### [Records supplied]
________________________________________

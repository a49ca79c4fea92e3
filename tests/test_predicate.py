"""The signed predicate and the in-toto Statement v1 as typed values: one encoder, one strict parser,
and the published JSON Schema (docs/predicate.schema.json) agreeing with the parser.

Outside references: the `jsonschema` package (PyPI, JSON Schema draft 2020-12) for the schema; the
in-toto attestation Statement v1 layout (in-toto/attestation spec/v1/statement.md); RFC 3339 for
the `created` time.
"""

from __future__ import annotations

import copy
import hashlib
import json

import jsonschema
import pytest
from statement_schema import VALIDATOR, check_statement
from test_package import SEED, build_package, test_predicate
from test_verify_tamper import findings, resign_statement

from redact.errors import PackageError
from redact.provenance import signing
from redact.provenance.predicate import PREDICATE_TYPE, AuditRecord, LogRecord, ParentRecord, Predicate
from redact.provenance.statement import ROLE_FILE, Statement, Subject, parse_statement


def full_predicate() -> Predicate:
    """A predicate with every optional part set (plan, audit, parent, disclosure)."""
    return test_predicate(
        plan={"sha256": "cd" * 32, "keep_visible": [3]},
        audit=AuditRecord(passed=True, faces=0, persons=0, source_faces=4, survived=0),
        parent=ParentRecord("ef" * 32, "key-id", "01" * 32, {"drop_keypoints": ["nose"]}),
        log=LogRecord("12" * 32, 7),
    )


@pytest.mark.parametrize("make", [test_predicate, full_predicate])
def test_encode_parse_round_trip(make):
    p = make()
    doc = p.to_json()
    assert Predicate.parse(json.loads(json.dumps(doc))) == p
    if p.log is not None:
        VALIDATOR.validate(doc)  # a signed predicate (with its log head) follows the published schema
    st = Statement((Subject("skeletons.jsonl", "ab" * 32, 10, ROLE_FILE),), p)
    if p.log is not None:
        payload = st.encode()
        assert parse_statement(payload) == st
        assert parse_statement(payload).encode() == payload  # byte for byte


def test_recorded_objects_are_read_only():
    p = full_predicate()
    with pytest.raises(TypeError):
        p.parameters["style"] = "fill"  # type: ignore[index]
    with pytest.raises(AttributeError):
        p.source.sha256 = "00" * 32  # type: ignore[misc]
    assert p.to_json()["plan"]["keep_visible"] == [3]  # arrays come back as JSON lists


def _mutations():
    """(what, change to a valid signed predicate's JSON) pairs the parser and the schema must both refuse."""
    def drop(k):
        return lambda d: d.pop(k)

    def set_(path, v):
        def f(d):
            *head, last = path
            for k in head:
                d = d[k]
            d[last] = v
        return f

    return [
        ("missing source", drop("source")),
        ("missing plan (always written, null when absent)", drop("plan")),
        ("unknown top-level key", set_(["extra"], 1)),
        ("unknown source field", set_(["source", "colour"], "red")),
        ("sha256 in upper case", set_(["source", "sha256"], "AB" * 32)),
        ("fps as a float", set_(["source", "fps"], 25.0)),
        ("negative frame count", set_(["source", "frames"], -1)),
        ("frames as a string", set_(["source", "frames"], "6")),
        ("created without a time zone", set_(["created"], "2025-01-01T00:00:00")),
        ("log head too short", set_(["log", "head"], "12" * 31)),
        ("audit without passed", set_(["audit"], {"faces": 0, "persons": 0, "source_faces": None, "survived": None})),
        ("unknown disclosure field", set_(["disclosure", "phone"], "555")),
        ("parameters not an object", set_(["parameters"], [1, 2])),
    ]


@pytest.mark.parametrize("what,mutate", _mutations(), ids=[w for w, _ in _mutations()])
def test_parser_and_schema_refuse_the_same_predicates(what, mutate):
    doc = copy.deepcopy(full_predicate().to_json())
    mutate(doc)
    with pytest.raises(PackageError):
        Predicate.parse(doc)
    with pytest.raises(jsonschema.ValidationError):
        VALIDATOR.validate(doc)


def test_parser_names_the_bad_field():
    doc = full_predicate().to_json()
    doc["source"]["sha256"] = "xyz"
    with pytest.raises(PackageError, match=r"predicate\.source\.sha256: must be 64 lowercase hex digits"):
        Predicate.parse(doc)


def test_statement_parser_lists_every_problem():
    st = Statement((Subject("a.json", "ab" * 32, 1),), full_predicate()).to_json()
    st["_type"] = "https://in-toto.io/Statement/v0.1"
    st["subject"].append({"name": "../b", "digest": {"sha256": "ab" * 32}, "annotations": {"role": "x", "bytes": 1}})
    with pytest.raises(PackageError) as e:
        parse_statement(json.dumps(st).encode())
    text = str(e.value)
    assert "_type" in text and "unsafe name" in text and "annotations.role" in text


def test_written_package_statement_follows_the_schema(tmp_path):
    p = build_package(tmp_path, signing.Signer.from_seed(SEED))
    st = check_statement(p["payload"])
    assert st["predicateType"] == PREDICATE_TYPE == "urn:redact:skeleton-package:v1"
    assert st["predicate"]["source"]["frames_root"] is not None  # filled in by write_package
    assert st["predicate"]["log"]["entries"] >= 3


def test_verify_refuses_a_signed_statement_whose_predicate_breaks_the_schema(tmp_path):
    """The signature is good (re-signed by the key holder) but the predicate is not of our type:
    the verifier parses only after the signature check, then refuses it with a finding naming the field."""
    signer = signing.Signer.from_seed(SEED)
    p = build_package(tmp_path, signer)
    resign_statement(p["path"], signer, lambda st: st["predicate"]["source"].update(frames="six"))
    fs = findings(p["path"], signer.public_key)
    assert any("predicate.source.frames" in f for f in fs), fs


def test_statement_hash_is_over_the_exact_payload(tmp_path):
    from redact.provenance.verify import verify_package

    signer = signing.Signer.from_seed(SEED)
    p = build_package(tmp_path, signer)
    v = verify_package(p["path"], [signer.public_key])
    assert v.statement_sha256 == hashlib.sha256(p["payload"]).hexdigest()  # FIPS 180-4 via hashlib
    assert v.predicate.source.frames == 6 and v.predicate.log.entries == v.statement.predicate.log.entries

________________________________________

### [Problem statement]
The data above should be copied exactly, with no line omitted.

### [Solution]
repository a49ca79c4fea92e3
filename tests/test_predicate.py
"""The signed predicate and the in-toto Statement v1 as typed values: one encoder, one strict parser,
and the published JSON Schema (docs/predicate.schema.json) agreeing with the parser.

Outside references: the `jsonschema` package (PyPI, JSON Schema draft 2020-12) for the schema; the
in-toto attestation Statement v1 layout (in-toto/attestation spec/v1/statement.md); RFC 3339 for
the `created` time.
"""

from __future__ import annotations

import copy
import hashlib
import json

import jsonschema
import pytest
from statement_schema import VALIDATOR, check_statement
from test_package import SEED, build_package, test_predicate
from test_verify_tamper import findings, resign_statement

from redact.errors import PackageError
from redact.provenance import signing
from redact.provenance.predicate import PREDICATE_TYPE, AuditRecord, LogRecord, ParentRecord, Predicate
from redact.provenance.statement import ROLE_FILE, Statement, Subject, parse_statement


def full_predicate() -> Predicate:
    """A predicate with every optional part set (plan, audit, parent, disclosure)."""
    return test_predicate(
        plan={"sha256": "cd" * 32, "keep_visible": [3]},
        audit=AuditRecord(passed=True, faces=0, persons=0, source_faces=4, survived=0),
        parent=ParentRecord("ef" * 32, "key-id", "01" * 32, {"drop_keypoints": ["nose"]}),
        log=LogRecord("12" * 32, 7),
    )


@pytest.mark.parametrize("make", [test_predicate, full_predicate])
def test_encode_parse_round_trip(make):
    p = make()
    doc = p.to_json()
    assert Predicate.parse(json.loads(json.dumps(doc))) == p
    if p.log is not None:
        VALIDATOR.validate(doc)  # a signed predicate (with its log head) follows the published schema
    st = Statement((Subject("skeletons.jsonl", "ab" * 32, 10, ROLE_FILE),), p)
    if p.log is not None:
        payload = st.encode()
        assert parse_statement(payload) == st
        assert parse_statement(payload).encode() == payload  # byte for byte


def test_recorded_objects_are_read_only():
    p = full_predicate()
    with pytest.raises(TypeError):
        p.parameters["style"] = "fill"  # type: ignore[index]
    with pytest.raises(AttributeError):
        p.source.sha256 = "00" * 32  # type: ignore[misc]
    assert p.to_json()["plan"]["keep_visible"] == [3]  # arrays come back as JSON lists


def _mutations():
    """(what, change to a valid signed predicate's JSON) pairs the parser and the schema must both refuse."""
    def drop(k):
        return lambda d: d.pop(k)

    def set_(path, v):
        def f(d):
            *head, last = path
            for k in head:
                d = d[k]
            d[last] = v
        return f

    return [
        ("missing source", drop("source")),
        ("missing plan (always written, null when absent)", drop("plan")),
        ("unknown top-level key", set_(["extra"], 1)),
        ("unknown source field", set_(["source", "colour"], "red")),
        ("sha256 in upper case", set_(["source", "sha256"], "AB" * 32)),
        ("fps as a float", set_(["source", "fps"], 25.0)),
        ("negative frame count", set_(["source", "frames"], -1)),
        ("frames as a string", set_(["source", "frames"], "6")),
        ("created without a time zone", set_(["created"], "2025-01-01T00:00:00")),
        ("log head too short", set_(["log", "head"], "12" * 31)),
        ("audit without passed", set_(["audit"], {"faces": 0, "persons": 0, "source_faces": None, "survived": None})),
        ("unknown disclosure field", set_(["disclosure", "phone"], "555")),
        ("parameters not an object", set_(["parameters"], [1, 2])),
    ]


@pytest.mark.parametrize("what,mutate", _mutations(), ids=[w for w, _ in _mutations()])
def test_parser_and_schema_refuse_the_same_predicates(what, mutate):
    doc = copy.deepcopy(full_predicate().to_json())
    mutate(doc)
    with pytest.raises(PackageError):
        Predicate.parse(doc)
    with pytest.raises(jsonschema.ValidationError):
        VALIDATOR.validate(doc)


def test_parser_names_the_bad_field():
    doc = full_predicate().to_json()
    doc["source"]["sha256"] = "xyz"
    with pytest.raises(PackageError, match=r"predicate\.source\.sha256: must be 64 lowercase hex digits"):
        Predicate.parse(doc)


def test_statement_parser_lists_every_problem():
    st = Statement((Subject("a.json", "ab" * 32, 1),), full_predicate()).to_json()
    st["_type"] = "https://in-toto.io/Statement/v0.1"
    st["subject"].append({"name": "../b", "digest": {"sha256": "ab" * 32}, "annotations": {"role": "x", "bytes": 1}})
    with pytest.raises(PackageError) as e:
        parse_statement(json.dumps(st).encode())
    text = str(e.value)
    assert "_type" in text and "unsafe name" in text and "annotations.role" in text


def test_written_package_statement_follows_the_schema(tmp_path):
    p = build_package(tmp_path, signing.Signer.from_seed(SEED))
    st = check_statement(p["payload"])
    assert st["predicateType"] == PREDICATE_TYPE == "urn:redact:skeleton-package:v1"
    assert st["predicate"]["source"]["frames_root"] is not None  # filled in by write_package
    assert st["predicate"]["log"]["entries"] >= 3


def test_verify_refuses_a_signed_statement_whose_predicate_breaks_the_schema(tmp_path):
    """The signature is good (re-signed by the key holder) but the predicate is not of our type:
    the verifier parses only after the signature check, then refuses it with a finding naming the field."""
    signer = signing.Signer.from_seed(SEED)
    p = build_package(tmp_path, signer)
    resign_statement(p["path"], signer, lambda st: st["predicate"]["source"].update(frames="six"))
    fs = findings(p["path"], signer.public_key)
    assert any("predicate.source.frames" in f for f in fs), fs


def test_statement_hash_is_over_the_exact_payload(tmp_path):
    from redact.provenance.verify import verify_package

    signer = signing.Signer.from_seed(SEED)
    p = build_package(tmp_path, signer)
    v = verify_package(p["path"], [signer.public_key])
    assert v.statement_sha256 == hashlib.sha256(p["payload"]).hexdigest()  # FIPS 180-4 via hashlib
    assert v.predicate.source.frames == 6 and v.predicate.log.entries == v.statement.predicate.log.entries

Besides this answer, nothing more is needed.